A demarcação da TI Cacique Fontoura tem importância histórica, segundo Rafaealla, pelo fato de os Coxini terem vindo daquele lugar, onde seus antepassados viveram e onde ocorriam os rituais tradicionais. “Ali tem uma importância muito grande dentro da nossa cultura, retomar um espaço originário daquele povo”, conta.
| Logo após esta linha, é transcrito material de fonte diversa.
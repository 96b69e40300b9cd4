"""Units: the thermochemical calorie, chemists' spellings, per-particle energies, refusals."""

from __future__ import annotations

from fractions import Fraction

import pytest
from hypothesis import given, settings
from hypothesis import strategies as st

from tablekeeper import units
from tablekeeper.errors import InputError, UnitError

# NIST Special Publication 811 (2008), Appendix B.8/B.9: calorie (thermochemical) = 4.184 J exactly.
CAL_TH_IN_J = 4.184
# CODATA 2018 (Tiesinga et al., Rev. Mod. Phys. 93, 025010 (2021)): Faraday constant
# F = 96 485.332 12... C/mol, so 1 eV per particle × N_A = 96.485 332 12 kJ/mol.
EV_IN_KJ_PER_MOL = 96.48533212
# CODATA 2018, exact since the 2019 SI: N_A = 6.022 140 76e23 /mol, R = 8.314 462 618 J/(mol K).
AVOGADRO = 6.02214076e23
R = 8.314462618


def test_the_calorie_is_the_thermochemical_calorie() -> None:
    # NIST SP 811: 1 cal_th = 4.184 J exactly (the international-table calorie, 4.1868 J, is not ours).
    assert units.ureg.Quantity(1, "cal").to("J").magnitude == pytest.approx(CAL_TH_IN_J, rel=1e-15)
    assert units.factor_to_canonical("cal/mol", "dfH298") == CAL_TH_IN_J / 1000
    assert units.factor_to_canonical("cal/(mol K)", "S298") == CAL_TH_IN_J


def test_kcal_per_mol_converts_by_exactly_4_184() -> None:
    assert units.factor_to_canonical("kcal/mol", "dfH298") == 4.184  # not 4.184000000000001


@given(st.floats(-1e6, 1e6, allow_nan=False))
@settings(max_examples=100, deadline=None)
def test_a_kcal_value_is_stored_as_value_times_4_184_bit_for_bit(x: float) -> None:
    # The exact decimal product of the number as written and 4.184, rounded once to a double
    # (fractions.Fraction is exact; its float() rounds correctly).
    exact = float(Fraction(repr(x)) * Fraction("4.184"))
    assert units.to_canonical(x, "kcal/mol", "dfH298") == exact
    value, unit, entered = units.parse_quantity(f"{x!r} kcal/mol", "dfH298")
    assert (value, unit, entered) == (exact, "kcal/mol", x)


def test_a_typed_kcal_value_converts_without_binary_noise() -> None:
    # 12.49 × 4.184 = 52.25816 exactly; a binary product would store 52.258160000000004.
    assert repr(units.to_canonical(12.49, "kcal/mol", "dfH298")) == "52.25816"
    assert repr(units.to_canonical(-68.3, "kcal/mol", "dfH298")) == "-285.7672"


@pytest.mark.parametrize("spelling", ["kJ/mol", "kJ mol-1", "kJ mol^-1", "kJ·mol⁻¹", "kJ mol−1", "kJ*mol**-1",
                                      "kJ⋅mol-1"])
def test_chemists_spellings_of_kj_per_mol(spelling: str) -> None:
    assert units.factor_to_canonical(spelling, "dfH298") == 1.0
    assert units.factor_to_canonical(spelling, "dfG298") == 1.0


@pytest.mark.parametrize(("spelling", "factor"), [
    ("J/mol/K", 1.0), ("J K-1 mol-1", 1.0), ("J mol-1 K-1", 1.0), ("J/(mol*K)", 1.0), ("J/(mol K)", 1.0),
    ("J·mol⁻¹·K⁻¹", 1.0), ("cal/(mol K)", CAL_TH_IN_J), ("cal mol-1 K-1", CAL_TH_IN_J),
    ("kJ/(mol K)", 1000.0),
])
def test_spellings_of_molar_entropy(spelling: str, factor: float) -> None:
    assert units.factor_to_canonical(spelling, "S298") == factor
    assert units.factor_to_canonical(spelling, "Cp298") == factor


@pytest.mark.parametrize(("spelling", "factor"), [("J/mol", 1e-3), ("MJ/mol", 1e3), ("kcal mol-1", 4.184),
                                                  ("cal/mol", 4.184e-3)])
def test_other_molar_energies(spelling: str, factor: float) -> None:
    assert units.factor_to_canonical(spelling, "dfH298") == factor


def test_electronvolt_per_particle_is_molar_after_avogadro() -> None:
    # CODATA 2018: e·N_A = F = 96 485.332 12 C/mol → 1 eV = 96.485 332 12 kJ/mol.
    assert units.factor_to_canonical("eV", "dfH298") == pytest.approx(EV_IN_KJ_PER_MOL, rel=1e-9)
    # A per-particle entropy (J/K per molecule) times N_A is a molar entropy: k_B·N_A = R.
    k_b = 1.380649e-23  # Boltzmann constant, exact since the 2019 SI (CODATA 2018)
    # CODATA quotes R = 8.314 462 618... J/(mol K), truncated from the exact product N_A·k_B.
    assert units.to_canonical(k_b, "J/K", "S298") == pytest.approx(R, rel=1e-10)
    assert AVOGADRO == units.AVOGADRO and units.R == R


@pytest.mark.parametrize(("unit", "field", "give"), [
    ("J/(mol K)", "dfH298", "energy per amount (like kJ/mol)"),
    ("K", "dfH298", "energy per amount (like kJ/mol)"),
    ("kJ/mol", "S298", "energy per amount per kelvin (like J/(mol·K))"),
    ("kg", "Cp298", "energy per amount per kelvin (like J/(mol·K))"),
])
def test_wrong_dimension_is_refused_with_a_sentence(unit: str, field: str, give: str) -> None:
    with pytest.raises(UnitError) as info:
        units.factor_to_canonical(unit, field)
    err = info.value
    assert isinstance(err, InputError) and isinstance(err, ValueError)
    assert err.field == field
    assert str(err) == f"field {field}: {unit!r} does not fit {field}, which is a " \
                       f"{units.FIELD_KINDS[field].name}: give {give}"


@pytest.mark.parametrize("text", ["", "   ", "furlong", "kJ/", "kJ mol-", "1/0", "__import__('os')", "mol)",
                                  "dB", "Np", "2 kJ/mol", "kJ/mol*0", "degC/mol"])
def test_nonsense_units_are_refused(text: str) -> None:
    with pytest.raises(UnitError) as info:
        units.factor_to_canonical(text, "dfH298")
    assert info.value.field == "dfH298"


def test_a_field_without_a_unit_is_refused() -> None:
    with pytest.raises(UnitError, match="'charge' is not a field with a unit"):
        units.factor_to_canonical("kJ/mol", "charge")
    with pytest.raises(UnitError):
        units.canonical_unit("formula")


@pytest.mark.parametrize(("text", "expected"), [
    ("-285.83", (-285.83, "kJ/mol", -285.83)),
    ("-68.315 kcal/mol", (-285.82996, "kcal/mol", -68.315)),
    ("  −1.5e2 kJ mol-1 ", (-150.0, "kJ mol-1", -150.0)),
    ("+0.5 eV", (0.5 * units.factor_to_canonical("eV", "dfH298"), "eV", 0.5)),
    (".5", (0.5, "kJ/mol", 0.5)),
])
def test_parse_quantity(text: str, expected: tuple) -> None:
    assert units.parse_quantity(text, "dfH298") == expected


def test_parse_quantity_takes_a_bare_number_in_the_canonical_unit_of_the_field() -> None:
    assert units.parse_quantity("69.95", "S298") == (69.95, "J/(mol*K)", 69.95)


@pytest.mark.parametrize("text", ["", "kJ/mol", "abc", "1..2 kJ/mol", "- 5", "1e kJ/mol", "5 kJ/mol/K",
                                  "1e400", "nan", "inf kJ/mol", "1e308 kcal/mol"])
def test_parse_quantity_refuses_what_is_not_a_quantity(text: str) -> None:
    with pytest.raises(UnitError):
        units.parse_quantity(text, "dfH298")


@given(st.text(max_size=40), st.sampled_from(["dfH298", "dfG298", "S298", "Cp298"]))
@settings(max_examples=300, deadline=None)
def test_fuzzed_unit_text_raises_only_unit_error(text: str, field: str) -> None:
    try:
        f = units.factor_to_canonical(text, field)
    except UnitError:
        return
    assert isinstance(f, float) and f == f and f not in (float("inf"), float("-inf"))


@given(st.one_of(st.text(max_size=40),
                 st.builds(lambda n, u: f"{n} {u}", st.floats(allow_nan=False).map(repr),
                           st.text(alphabet="kJcalmolK/()-1^*· eVMg", max_size=15))),
       st.sampled_from(["dfH298", "S298"]))
@settings(max_examples=300, deadline=None)
def test_fuzzed_quantity_text_raises_only_unit_error(text: str, field: str) -> None:
    try:
        value, unit, entered = units.parse_quantity(text, field)
    except UnitError:
        return
    assert isinstance(value, float) and isinstance(entered, float) and unit
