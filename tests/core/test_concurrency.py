"""Real processes: two saves of one revision race; a save killed before or after its journal line leaves
the record and the journal agreeing once the dataset is opened again."""

from __future__ import annotations

import json
import os
import signal
import subprocess
import sys
from pathlib import Path

import pytest

from tablekeeper.errors import ConflictError
from tablekeeper.store import Dataset

pytestmark = pytest.mark.timeout(120)

RACER = r"""
import json, os, sys, time
from pathlib import Path
from tablekeeper.errors import ConflictError
from tablekeeper.store import Dataset

root, name, barrier = sys.argv[1], sys.argv[2], Path(sys.argv[3])
ds = Dataset(root)
rec = ds.load("species", "water-l")
loaded = rec["revision"]
print("ready", flush=True)
while not barrier.exists():  # released by the parent at one moment
    time.sleep(0.0005)
try:
    saved = ds.save("species", dict(rec, name=name), expected_revision=loaded, reason="by " + name)
    print(json.dumps({"result": "saved", "revision": saved["revision"]}), flush=True)
except ConflictError as exc:
    print(json.dumps({"result": "conflict", "expected": exc.expected, "found": exc.found,
                      "theirs": exc.theirs["name"]}), flush=True)
"""


def _spawn(script: str, *args: str | Path, user: str) -> subprocess.Popen:
    env = dict(os.environ, TABLEKEEPER_USER=user)
    return subprocess.Popen([sys.executable, "-c", script, *map(str, args)], stdin=subprocess.PIPE,
                            stdout=subprocess.PIPE, stderr=subprocess.PIPE, text=True, env=env)


@pytest.mark.parametrize("attempt", range(3))
def test_two_processes_saving_one_revision_one_wins_one_gets_a_conflict(attempt: int, dataset: Dataset,
                                                                      species_record, tmp_path: Path) -> None:
    dataset.save("species", species_record(), expected_revision=None)
    journal_before = len(dataset.journal()[0])
    barrier = tmp_path / "go"
    procs = [_spawn(RACER, dataset.root, name, barrier, user=name) for name in ("ann", "bob")]
    for p in procs:
        assert p.stdout.readline().strip() == "ready", p.stderr.read()
    barrier.touch()
    results = {}
    for name, p in zip(("ann", "bob"), procs, strict=True):
        out, err = p.communicate(timeout=60)
        assert p.returncode == 0, err
        results[name] = json.loads(out)
    outcomes = sorted(r["result"] for r in results.values())
    assert outcomes == ["conflict", "saved"]
    winner = next(n for n, r in results.items() if r["result"] == "saved")
    loser = next(n for n, r in results.items() if r["result"] == "conflict")
    assert results[winner]["revision"] == 2
    assert (results[loser]["expected"], results[loser]["found"], results[loser]["theirs"]) == (1, 2, winner)
    rec = Dataset(dataset.root).load("species", "water-l")
    assert (rec["name"], rec["revision"]) == (winner, 2)
    entries, problems = Dataset(dataset.root).journal()
    assert problems == []
    new = entries[journal_before:]
    assert len(new) == 1
    assert (new[0]["user"], new[0]["reason"], new[0]["revision"]) == (winner, f"by {winner}", 2)
    assert new[0]["changes"] == [{"field": "name", "old": "water", "new": winner}]


KILLED = r"""
import os, sys
from tablekeeper.store import Dataset

step = sys.argv[2]
real_open, real_replace = os.open, os.replace

def pause(what):
    print("paused " + what, flush=True)
    sys.stdin.readline()  # blocks until the parent kills this process

def paused_open(path, *args, **kw):
    # Stop before the journal append: the temporary file is written and fsynced, nothing journaled.
    if step == "before-journal" and os.fspath(path).endswith("journal.jsonl"):
        pause("journal")
    return real_open(path, *args, **kw)

def paused_replace(src, dst):
    # Stop right before the rename: the journal line is written, the target untouched.
    if step == "before-rename":
        pause(os.fspath(src))
    real_replace(src, dst)

ds = Dataset(sys.argv[1])
rec = ds.load("species", "water-l")
os.open, os.replace = paused_open, paused_replace
ds.save("species", dict(rec, name="half-saved"), expected_revision=rec["revision"])
print("finished", flush=True)
"""


def _kill_paused(root: Path, step: str) -> str:
    child = _spawn(KILLED, root, step, user="ann")
    line = child.stdout.readline().strip()
    assert line.startswith("paused "), child.stderr.read()
    child.send_signal(signal.SIGKILL)
    child.wait(timeout=30)
    assert child.returncode == -signal.SIGKILL
    return line.removeprefix("paused ")


def test_a_save_killed_before_its_journal_line_leaves_the_old_record_and_journal(dataset: Dataset,
                                                                                species_record) -> None:
    dataset.save("species", species_record(), expected_revision=None)
    path = dataset.root / "species" / "water-l.json"
    before = path.read_bytes()
    journal_before = (dataset.root / "journal.jsonl").read_bytes()
    _kill_paused(dataset.root, "before-journal")
    staged = dataset.root / "species" / ".water-l.json.tmp-pending"
    assert b"half-saved" in staged.read_bytes()  # written, fsynced, never journaled
    assert path.read_bytes() == before
    assert (dataset.root / "journal.jsonl").read_bytes() == journal_before
    ds = Dataset(dataset.root)  # the kill released the lock; the open discards the unjournaled save
    assert not staged.exists()
    assert path.read_bytes() == before
    assert (dataset.root / "journal.jsonl").read_bytes() == journal_before
    report = ds.load_all("species")
    assert list(report.records) == ["water-l"] and report.damaged == []
    # And the dataset takes the next save normally: the kill released the lock (a held lock would time out).
    assert ds.save("species", dict(ds.load("species", "water-l"), name="after"), expected_revision=1)[
        "revision"] == 2


def test_a_save_killed_after_its_journal_line_is_finished_at_the_next_open(dataset: Dataset,
                                                                          species_record) -> None:
    dataset.save("species", species_record(), expected_revision=None)
    path = dataset.root / "species" / "water-l.json"
    before = path.read_bytes()
    tmp = Path(_kill_paused(dataset.root, "before-rename"))
    assert tmp.parent == path.parent and b"half-saved" in tmp.read_bytes()
    assert path.read_bytes() == before  # killed before the rename
    last = dataset.journal()[0][-1]
    assert (last["user"], last["target"], last["revision"]) == ("ann", "species/water-l", 2)
    ds = Dataset(dataset.root)  # the journal holds the save: the open renames it into place
    assert not tmp.exists()
    rec = ds.load("species", "water-l")
    assert (rec["name"], rec["revision"]) == ("half-saved", 2)
    entries, problems = ds.journal()
    assert problems == [] and [e["revision"] for e in entries if e.get("target") == "species/water-l"] == [1, 2]


def test_a_dataset_open_before_the_kill_finishes_the_killed_save_before_its_own(dataset: Dataset,
                                                                                species_record) -> None:
    """Another process killed after its journal line, while this one had the dataset open: this one's
    save of the same record first finishes the killed one, then reports the conflict; the journal never
    holds two saves of one revision."""
    loaded = dataset.save("species", species_record(), expected_revision=None)
    _kill_paused(dataset.root, "before-rename")
    with pytest.raises(ConflictError) as info:
        dataset.save("species", dict(loaded, name="mine"), expected_revision=1)
    assert (info.value.found, info.value.theirs["name"]) == (2, "half-saved")
    revs = [e["revision"] for e in dataset.journal()[0] if e.get("target") == "species/water-l"]
    assert revs == [1, 2]
    assert dataset.save("species", dict(info.value.theirs, name="mine"), expected_revision=2)["revision"] == 3
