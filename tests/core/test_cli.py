"""The command line: init, check's JSON contract, exit codes, one-line errors without a traceback."""

from __future__ import annotations

import json
from collections import Counter
from pathlib import Path

import pytest

from tablekeeper import cli, flags
from tablekeeper.store import Dataset

FINDING_KEYS = {"check", "severity", "species", "field", "message", "observed", "expected", "tolerance",
                "suggestion"}


def _check_json(root: Path, capsys: pytest.CaptureFixture[str], *extra: str) -> tuple[int, dict]:
    code = cli.main(["check", str(root), "--format", "json", *extra])
    return code, json.loads(capsys.readouterr().out)


def _assert_contract(report: dict, name: str) -> None:
    assert set(report) == {"dataset", "summary", "findings"}
    assert report["dataset"] == name
    assert set(report["summary"]) == {"error", "warning", "info"}
    for f in report["findings"]:
        assert set(f) == FINDING_KEYS
        assert f["severity"] in ("error", "warning", "info")
        assert isinstance(f["check"], str) and isinstance(f["message"], str) and f["message"]
        for key in ("observed", "expected", "tolerance"):
            assert f[key] is None or isinstance(f[key], int | float)
        for key in ("species", "field", "suggestion"):
            assert f[key] is None or isinstance(f[key], str)
    counted = Counter(f["severity"] for f in report["findings"])
    assert report["summary"] == {s: counted.get(s, 0) for s in ("error", "warning", "info")}


def test_init_then_check_json_prints_the_contract_shape(tmp_path: Path, run_cli) -> None:
    root = tmp_path / "fresh"
    r = run_cli("init", root, "--name", "fresh", "--title", "Fresh set")
    assert r.returncode == 0, r.stderr
    assert (root / "dataset.json").is_file()
    r = run_cli("check", root, "--format", "json")
    assert r.returncode == 0, r.stderr
    report = json.loads(r.stdout)
    _assert_contract(report, "fresh")
    assert report["summary"] == {"error": 0, "warning": 0, "info": 0} and report["findings"] == []


@pytest.fixture
def flawed(dataset: Dataset, species_record) -> Dataset:
    """Two records of one formula and phase (a duplicate) and a value citing a source that is absent."""
    dataset.save("species", species_record("water-l"), expected_revision=None)
    dataset.save("species", species_record("water-liquid", name="water again"), expected_revision=None)
    co2 = species_record("co2-g", formula="CO2", phase="g", name="carbon dioxide")
    co2["properties"] = {"dfH298": {"value": -393.51, "unit": "kJ/mol", "uncertainty": 0.13,
                                    "source": "ghost-1999"}}
    dataset.save("species", co2, expected_revision=None)
    return dataset


def test_check_finds_a_seeded_duplicate_and_a_missing_source(flawed: Dataset,
                                                             capsys: pytest.CaptureFixture[str]) -> None:
    code, report = _check_json(flawed.root, capsys)
    assert code == 1  # errors exist and --fail-on defaults to error
    _assert_contract(report, "coreset")
    found = {(f["check"], f["species"], f["field"]) for f in report["findings"] if f["severity"] == "error"}
    assert {("duplicate", "water-l", "formula"), ("duplicate", "water-liquid", "formula"),
            ("reference", "co2-g", "dfH298")} <= found
    [ref] = [f for f in report["findings"] if f["check"] == "reference" and f["species"] == "co2-g"]
    assert "ghost-1999" in ref["message"] and ref["suggestion"]
    assert not any(f["check"] == "duplicate" and f["species"] == "co2-g" for f in report["findings"])


def test_check_text_lists_the_same_findings(flawed: Dataset, capsys: pytest.CaptureFixture[str]) -> None:
    _, report = _check_json(flawed.root, capsys, "--fail-on", "never")
    assert cli.main(["check", str(flawed.root)]) == 1
    text = capsys.readouterr().out
    s = report["summary"]
    assert text.splitlines()[0] == f"coreset: {s['error']} errors, {s['warning']} warnings, {s['info']} infos"
    assert "duplicate" in text and "ghost-1999" in text


def test_exit_codes_follow_fail_on(flawed: Dataset, capsys: pytest.CaptureFixture[str]) -> None:
    assert _check_json(flawed.root, capsys, "--fail-on", "error")[0] == 1
    assert _check_json(flawed.root, capsys, "--fail-on", "warning")[0] == 1
    assert _check_json(flawed.root, capsys, "--fail-on", "never")[0] == 0


def test_a_clean_dataset_exits_0_whatever_fail_on_says(dataset: Dataset,
                                                        capsys: pytest.CaptureFixture[str]) -> None:
    for fail_on in ("error", "warning", "never"):
        code, report = _check_json(dataset.root, capsys, "--fail-on", fail_on)
        assert report["summary"] == {"error": 0, "warning": 0, "info": 0}
        assert code == 0


def test_only_warnings_fail_only_with_fail_on_warning(dataset: Dataset, species_record,
                                                       capsys: pytest.CaptureFixture[str]) -> None:
    # A flag left behind by a deleted species is a warning of the reference check, not an error.
    rec = dataset.save("species", species_record(), expected_revision=None)
    flags.raise_flag(dataset, "water-l", "dfH298", "Looks high.")
    dataset.delete("species", "water-l", expected_revision=rec["revision"], reason="withdrawn")
    code, report = _check_json(dataset.root, capsys)
    assert report["summary"]["error"] == 0 and report["summary"]["warning"] >= 1, report
    assert code == 0
    assert _check_json(dataset.root, capsys, "--fail-on", "warning")[0] == 1
    assert _check_json(dataset.root, capsys, "--fail-on", "never")[0] == 0


def test_a_damaged_record_is_a_schema_finding_not_a_crash(dataset: Dataset, species_record,
                                                          capsys: pytest.CaptureFixture[str]) -> None:
    dataset.save("species", species_record(), expected_revision=None)
    bad = dataset.root / "species" / "broken.json"
    bad.write_bytes(b'{"id": "broken", "id": "broken"}')
    code, report = _check_json(dataset.root, capsys)
    assert code == 1
    [finding] = [f for f in report["findings"] if f["check"] == "schema"]
    assert str(bad) in finding["message"] and "twice" in finding["message"]


def test_missing_dataset_folder_is_exit_2_one_line_no_traceback(tmp_path: Path, run_cli) -> None:
    missing = tmp_path / "no-such-folder"
    r = run_cli("check", missing, "--format", "json")
    assert r.returncode == 2
    assert r.stdout == ""
    assert "Traceback" not in r.stderr
    [line] = r.stderr.splitlines()
    assert line.startswith("tablekeeper: ") and str(missing) in line


@pytest.mark.parametrize("argv", [
    ["check", "{root}", "--format", "xml"],
    ["check", "{root}", "--fail-on", "sometimes"],
    ["init"],
    ["import", "{root}", "{root}/none.csv"],
    ["import", "{root}", "{root}/dataset.json", "--map", "no-equals-sign"],
    ["init", "{root}", "--name", "Bad Name"],
    ["flag", "{root}", "nothing", "dfH298", "--note", "x"],
])
def test_bad_usage_and_unreadable_input_exit_2_with_one_line(argv: list[str], dataset: Dataset,
                                                             capsys: pytest.CaptureFixture[str]) -> None:
    argv = [a.replace("{root}", str(dataset.root)) for a in argv]
    try:
        code = cli.main(argv)
    except SystemExit as exc:  # argparse's own refusals leave through SystemExit
        code = exc.code
    assert code == 2
    captured = capsys.readouterr()
    assert captured.out == ""
    assert len(captured.err.splitlines()) == 1 and "Traceback" not in captured.err


def test_control_characters_from_data_are_printed_as_escapes(dataset: Dataset, species_record,
                                                             capsys: pytest.CaptureFixture[str]) -> None:
    # A source id is a slug, but a source named in a record on disk can be anything: show it literally.
    rec = species_record()
    rec["properties"]["dfH298"]["source"] = "evil\x1b[31mred"
    (dataset.root / "species" / "water-l.json").write_text(json.dumps(rec))
    cli.main(["check", str(dataset.root)])
    out = capsys.readouterr().out
    assert "\x1b" not in out and "\\x1b" in out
A questão da preservação e manutenção da natureza e dos lagos da TI afeta diretamente a alimentação e a geração de trabalho e renda para os indígenas, por isso é uma prioridade para os Karajá que vão viver na TI Cacique Fontoura.
“A proteção da terra, a alimentação das pessoas, e a geração de trabalho e renda para nossas comunidades e famílias é uma prioridade além da homologação de fato”, afirma a liderança.
Em março de 2022, a Justiça Federal, atendendo a um pedido do Ministério Público Federal, chegou a determinar que a União promovesse a edição do decreto de homologação da demarcação da TI Cacique Fontoura. o procurador da República em Barra do Garças (MT) Everton Pereira Aguiar Araújo, afirmou na época que ficou “demonstrada a deficiência e/ou inércia do Estado em garantir os direitos assegurados pelo constituinte às comunidades indígenas”. Até agora, a TI segue sem homologação.
Procurados pela reportagem, a Funai e o Ministério dos Povos Indígenas não responderam aos questionamentos sobre a conclusão dos processos de homologações das TIs.